(Task goal) Starting at the line that contains "import org.stasissheet.intake.Observation;" and ending at the line that contains "from the unit", the lines below are to be given again exactly, with nothing added.

[Stored items]
======

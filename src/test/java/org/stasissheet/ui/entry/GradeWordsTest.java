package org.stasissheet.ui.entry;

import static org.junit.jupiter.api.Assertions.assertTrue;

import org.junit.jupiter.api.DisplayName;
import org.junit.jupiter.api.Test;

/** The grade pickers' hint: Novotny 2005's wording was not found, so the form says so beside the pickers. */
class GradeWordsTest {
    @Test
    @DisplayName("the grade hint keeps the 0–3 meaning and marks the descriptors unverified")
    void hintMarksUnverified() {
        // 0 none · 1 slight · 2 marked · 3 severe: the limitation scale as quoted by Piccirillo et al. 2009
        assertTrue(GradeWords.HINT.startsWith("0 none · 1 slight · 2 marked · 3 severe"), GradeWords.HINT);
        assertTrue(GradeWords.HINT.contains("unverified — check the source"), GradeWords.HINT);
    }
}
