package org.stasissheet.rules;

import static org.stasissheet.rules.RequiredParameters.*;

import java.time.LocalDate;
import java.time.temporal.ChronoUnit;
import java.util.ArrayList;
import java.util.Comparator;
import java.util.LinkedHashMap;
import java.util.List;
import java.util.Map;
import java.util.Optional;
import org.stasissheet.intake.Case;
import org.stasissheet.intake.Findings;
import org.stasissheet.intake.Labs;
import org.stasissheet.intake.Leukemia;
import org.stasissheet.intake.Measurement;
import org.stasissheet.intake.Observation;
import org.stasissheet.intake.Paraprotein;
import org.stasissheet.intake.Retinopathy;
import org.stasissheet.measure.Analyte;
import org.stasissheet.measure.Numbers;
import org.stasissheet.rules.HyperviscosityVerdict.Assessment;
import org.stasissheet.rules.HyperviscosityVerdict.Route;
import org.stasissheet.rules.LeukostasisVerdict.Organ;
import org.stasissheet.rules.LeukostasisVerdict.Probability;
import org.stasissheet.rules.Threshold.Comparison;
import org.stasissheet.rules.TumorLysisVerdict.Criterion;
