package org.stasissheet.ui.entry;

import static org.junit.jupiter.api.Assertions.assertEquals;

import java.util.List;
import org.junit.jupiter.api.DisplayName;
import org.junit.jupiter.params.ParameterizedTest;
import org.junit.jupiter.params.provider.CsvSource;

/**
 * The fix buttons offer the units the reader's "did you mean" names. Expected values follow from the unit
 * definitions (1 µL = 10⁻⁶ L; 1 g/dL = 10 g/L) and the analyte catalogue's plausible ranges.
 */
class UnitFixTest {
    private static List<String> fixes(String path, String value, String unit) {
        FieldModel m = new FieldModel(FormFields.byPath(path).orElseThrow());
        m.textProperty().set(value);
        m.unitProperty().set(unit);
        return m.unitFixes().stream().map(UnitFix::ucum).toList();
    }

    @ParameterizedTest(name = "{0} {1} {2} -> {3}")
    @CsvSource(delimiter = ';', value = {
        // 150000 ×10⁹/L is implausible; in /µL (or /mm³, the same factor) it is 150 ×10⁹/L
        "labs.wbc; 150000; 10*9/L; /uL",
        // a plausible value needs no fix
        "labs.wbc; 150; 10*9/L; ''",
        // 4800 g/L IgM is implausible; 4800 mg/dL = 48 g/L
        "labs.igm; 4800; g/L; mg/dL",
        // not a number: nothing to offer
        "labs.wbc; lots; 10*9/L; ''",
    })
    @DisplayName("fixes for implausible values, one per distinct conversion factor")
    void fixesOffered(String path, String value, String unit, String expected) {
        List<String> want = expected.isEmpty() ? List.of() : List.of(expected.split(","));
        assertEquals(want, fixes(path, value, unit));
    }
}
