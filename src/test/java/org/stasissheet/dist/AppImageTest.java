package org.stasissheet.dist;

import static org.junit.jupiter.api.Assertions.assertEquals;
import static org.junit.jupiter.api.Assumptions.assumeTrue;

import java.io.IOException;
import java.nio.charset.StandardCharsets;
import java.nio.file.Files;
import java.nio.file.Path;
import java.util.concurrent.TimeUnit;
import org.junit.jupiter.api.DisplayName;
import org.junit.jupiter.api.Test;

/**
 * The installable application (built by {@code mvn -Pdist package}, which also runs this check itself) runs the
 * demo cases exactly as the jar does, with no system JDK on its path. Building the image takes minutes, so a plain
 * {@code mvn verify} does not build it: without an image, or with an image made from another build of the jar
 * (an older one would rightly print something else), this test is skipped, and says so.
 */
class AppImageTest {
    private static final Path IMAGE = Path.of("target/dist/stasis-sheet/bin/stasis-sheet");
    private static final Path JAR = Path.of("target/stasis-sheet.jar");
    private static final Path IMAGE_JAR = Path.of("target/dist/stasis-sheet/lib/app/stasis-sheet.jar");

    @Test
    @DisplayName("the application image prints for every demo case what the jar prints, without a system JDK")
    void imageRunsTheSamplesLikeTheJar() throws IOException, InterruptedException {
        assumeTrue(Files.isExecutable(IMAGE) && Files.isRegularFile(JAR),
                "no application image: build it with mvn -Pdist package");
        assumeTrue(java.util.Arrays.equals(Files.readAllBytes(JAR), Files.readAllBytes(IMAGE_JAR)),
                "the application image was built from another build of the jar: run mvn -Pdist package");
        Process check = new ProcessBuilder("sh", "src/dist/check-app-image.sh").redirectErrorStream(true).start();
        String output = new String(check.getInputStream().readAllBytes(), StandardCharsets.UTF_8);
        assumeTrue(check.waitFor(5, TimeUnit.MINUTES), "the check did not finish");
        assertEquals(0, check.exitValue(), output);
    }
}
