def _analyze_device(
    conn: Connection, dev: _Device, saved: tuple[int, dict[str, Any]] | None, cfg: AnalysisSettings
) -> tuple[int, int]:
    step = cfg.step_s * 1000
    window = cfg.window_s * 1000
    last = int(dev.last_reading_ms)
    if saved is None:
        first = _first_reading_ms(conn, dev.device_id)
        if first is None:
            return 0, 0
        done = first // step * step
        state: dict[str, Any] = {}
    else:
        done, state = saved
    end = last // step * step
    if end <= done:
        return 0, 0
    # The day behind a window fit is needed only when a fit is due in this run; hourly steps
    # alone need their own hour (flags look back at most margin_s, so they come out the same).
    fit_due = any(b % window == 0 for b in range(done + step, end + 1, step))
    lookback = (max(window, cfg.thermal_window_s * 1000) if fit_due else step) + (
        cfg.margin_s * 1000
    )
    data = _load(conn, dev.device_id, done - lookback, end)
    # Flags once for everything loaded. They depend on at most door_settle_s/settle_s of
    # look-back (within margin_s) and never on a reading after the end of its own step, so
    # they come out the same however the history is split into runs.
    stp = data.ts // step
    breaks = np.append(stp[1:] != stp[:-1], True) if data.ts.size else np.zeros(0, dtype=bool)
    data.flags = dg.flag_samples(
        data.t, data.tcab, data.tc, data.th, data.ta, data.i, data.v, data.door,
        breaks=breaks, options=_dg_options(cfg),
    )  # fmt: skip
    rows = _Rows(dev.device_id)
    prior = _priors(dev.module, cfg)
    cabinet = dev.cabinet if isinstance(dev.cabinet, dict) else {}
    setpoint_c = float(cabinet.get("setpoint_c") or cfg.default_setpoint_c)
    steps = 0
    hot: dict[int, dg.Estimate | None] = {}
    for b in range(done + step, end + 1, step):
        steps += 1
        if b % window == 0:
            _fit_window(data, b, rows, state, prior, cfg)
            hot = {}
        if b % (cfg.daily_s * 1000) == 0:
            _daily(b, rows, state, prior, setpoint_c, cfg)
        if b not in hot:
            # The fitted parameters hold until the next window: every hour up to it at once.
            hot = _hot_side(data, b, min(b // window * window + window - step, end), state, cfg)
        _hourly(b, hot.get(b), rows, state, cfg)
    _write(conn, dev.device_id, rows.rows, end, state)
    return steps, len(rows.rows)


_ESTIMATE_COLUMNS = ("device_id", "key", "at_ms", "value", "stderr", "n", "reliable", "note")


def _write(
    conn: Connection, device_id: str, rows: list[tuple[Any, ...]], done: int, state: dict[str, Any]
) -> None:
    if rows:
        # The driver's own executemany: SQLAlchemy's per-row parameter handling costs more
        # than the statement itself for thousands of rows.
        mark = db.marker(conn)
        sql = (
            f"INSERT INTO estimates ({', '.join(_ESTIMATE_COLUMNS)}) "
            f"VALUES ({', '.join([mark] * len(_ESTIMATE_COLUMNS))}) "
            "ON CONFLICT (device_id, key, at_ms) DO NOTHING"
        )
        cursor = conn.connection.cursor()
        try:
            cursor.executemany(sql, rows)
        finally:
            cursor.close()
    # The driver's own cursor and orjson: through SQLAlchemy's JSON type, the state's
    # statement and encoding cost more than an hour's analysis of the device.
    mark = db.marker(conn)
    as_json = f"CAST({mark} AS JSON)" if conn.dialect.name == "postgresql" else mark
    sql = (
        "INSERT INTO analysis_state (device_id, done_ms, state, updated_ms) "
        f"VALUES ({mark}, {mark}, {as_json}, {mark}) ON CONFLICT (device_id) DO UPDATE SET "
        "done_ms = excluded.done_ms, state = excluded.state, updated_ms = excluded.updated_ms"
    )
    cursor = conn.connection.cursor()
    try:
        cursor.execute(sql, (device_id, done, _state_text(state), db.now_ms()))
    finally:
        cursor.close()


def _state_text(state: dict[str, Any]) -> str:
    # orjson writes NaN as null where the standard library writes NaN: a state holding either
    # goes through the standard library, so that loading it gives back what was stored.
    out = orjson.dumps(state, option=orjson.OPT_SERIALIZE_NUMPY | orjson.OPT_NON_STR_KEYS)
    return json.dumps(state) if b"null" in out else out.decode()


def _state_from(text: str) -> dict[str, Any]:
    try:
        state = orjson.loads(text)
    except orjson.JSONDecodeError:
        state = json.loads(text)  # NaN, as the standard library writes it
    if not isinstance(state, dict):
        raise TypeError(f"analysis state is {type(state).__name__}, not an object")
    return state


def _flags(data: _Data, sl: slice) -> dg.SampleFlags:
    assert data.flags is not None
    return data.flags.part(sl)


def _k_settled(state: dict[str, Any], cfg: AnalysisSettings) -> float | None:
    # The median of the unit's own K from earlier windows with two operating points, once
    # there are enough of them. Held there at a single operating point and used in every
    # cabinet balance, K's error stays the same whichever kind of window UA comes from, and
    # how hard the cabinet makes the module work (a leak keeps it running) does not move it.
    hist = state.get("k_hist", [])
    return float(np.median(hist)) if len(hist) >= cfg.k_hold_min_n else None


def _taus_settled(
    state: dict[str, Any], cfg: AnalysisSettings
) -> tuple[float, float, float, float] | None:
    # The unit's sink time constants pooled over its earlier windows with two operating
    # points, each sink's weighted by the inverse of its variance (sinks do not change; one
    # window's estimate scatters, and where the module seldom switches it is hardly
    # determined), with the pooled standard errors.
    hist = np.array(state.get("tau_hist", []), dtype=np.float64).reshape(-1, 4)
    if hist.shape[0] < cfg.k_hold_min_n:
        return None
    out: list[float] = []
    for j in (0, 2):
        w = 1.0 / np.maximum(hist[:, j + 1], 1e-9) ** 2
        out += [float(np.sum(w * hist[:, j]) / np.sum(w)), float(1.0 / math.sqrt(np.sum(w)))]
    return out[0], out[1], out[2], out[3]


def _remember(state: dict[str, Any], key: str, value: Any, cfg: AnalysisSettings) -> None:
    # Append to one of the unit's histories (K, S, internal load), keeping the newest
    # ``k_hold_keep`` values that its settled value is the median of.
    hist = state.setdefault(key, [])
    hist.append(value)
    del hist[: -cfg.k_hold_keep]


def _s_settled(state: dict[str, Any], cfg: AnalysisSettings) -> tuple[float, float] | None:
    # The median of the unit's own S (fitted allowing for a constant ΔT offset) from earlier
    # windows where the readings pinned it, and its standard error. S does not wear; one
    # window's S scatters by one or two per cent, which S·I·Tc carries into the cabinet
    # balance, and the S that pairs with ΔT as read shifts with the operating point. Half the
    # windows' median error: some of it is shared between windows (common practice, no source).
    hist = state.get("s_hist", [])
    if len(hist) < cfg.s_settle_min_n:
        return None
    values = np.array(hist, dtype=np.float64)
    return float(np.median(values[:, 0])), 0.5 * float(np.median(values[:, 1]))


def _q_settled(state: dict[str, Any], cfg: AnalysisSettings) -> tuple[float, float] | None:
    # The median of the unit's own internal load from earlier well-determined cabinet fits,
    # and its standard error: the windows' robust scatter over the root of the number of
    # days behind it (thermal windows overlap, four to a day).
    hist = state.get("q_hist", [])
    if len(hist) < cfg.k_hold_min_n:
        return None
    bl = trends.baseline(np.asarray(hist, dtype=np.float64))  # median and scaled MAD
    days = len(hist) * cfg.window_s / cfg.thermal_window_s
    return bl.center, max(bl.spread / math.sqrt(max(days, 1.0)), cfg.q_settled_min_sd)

======

(Your response)
import org.stasissheet.intake.Observation;
import org.stasissheet.intake.Paraprotein;
import org.stasissheet.intake.Retinopathy;
import org.stasissheet.measure.Analyte;
import org.stasissheet.measure.Numbers;
import org.stasissheet.rules.HyperviscosityVerdict.Assessment;
import org.stasissheet.rules.HyperviscosityVerdict.Route;
import org.stasissheet.rules.LeukostasisVerdict.Organ;
import org.stasissheet.rules.LeukostasisVerdict.Probability;
import org.stasissheet.rules.Threshold.Comparison;
import org.stasissheet.rules.TumorLysisVerdict.Criterion;
package org.stasissheet.ui.entry;

import static org.junit.jupiter.api.Assertions.assertEquals;

import java.util.List;
import org.junit.jupiter.api.DisplayName;
import org.junit.jupiter.params.ParameterizedTest;
import org.junit.jupiter.params.provider.CsvSource;

/**
 * The fix buttons offer the units the reader's "did you mean" names. Expected values follow from the unit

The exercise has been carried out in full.